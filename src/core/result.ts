/** A computation that either produced a value or a list of typed issues explaining why not. */
export type Result<T, E> = { readonly ok: true; readonly value: T } | { readonly ok: false; readonly issues: E };

export const success = <T>(value: T): { readonly ok: true; readonly value: T } => ({ ok: true, value });
export const failure = <E>(issues: E): { readonly ok: false; readonly issues: E } => ({ ok: false, issues });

◇ ◇ ◇ ◇

__WHAT THE EXERCISE ASKS__
Go through the material line by line, tally each line containing "issues", and give the total only.

__RESULT__
3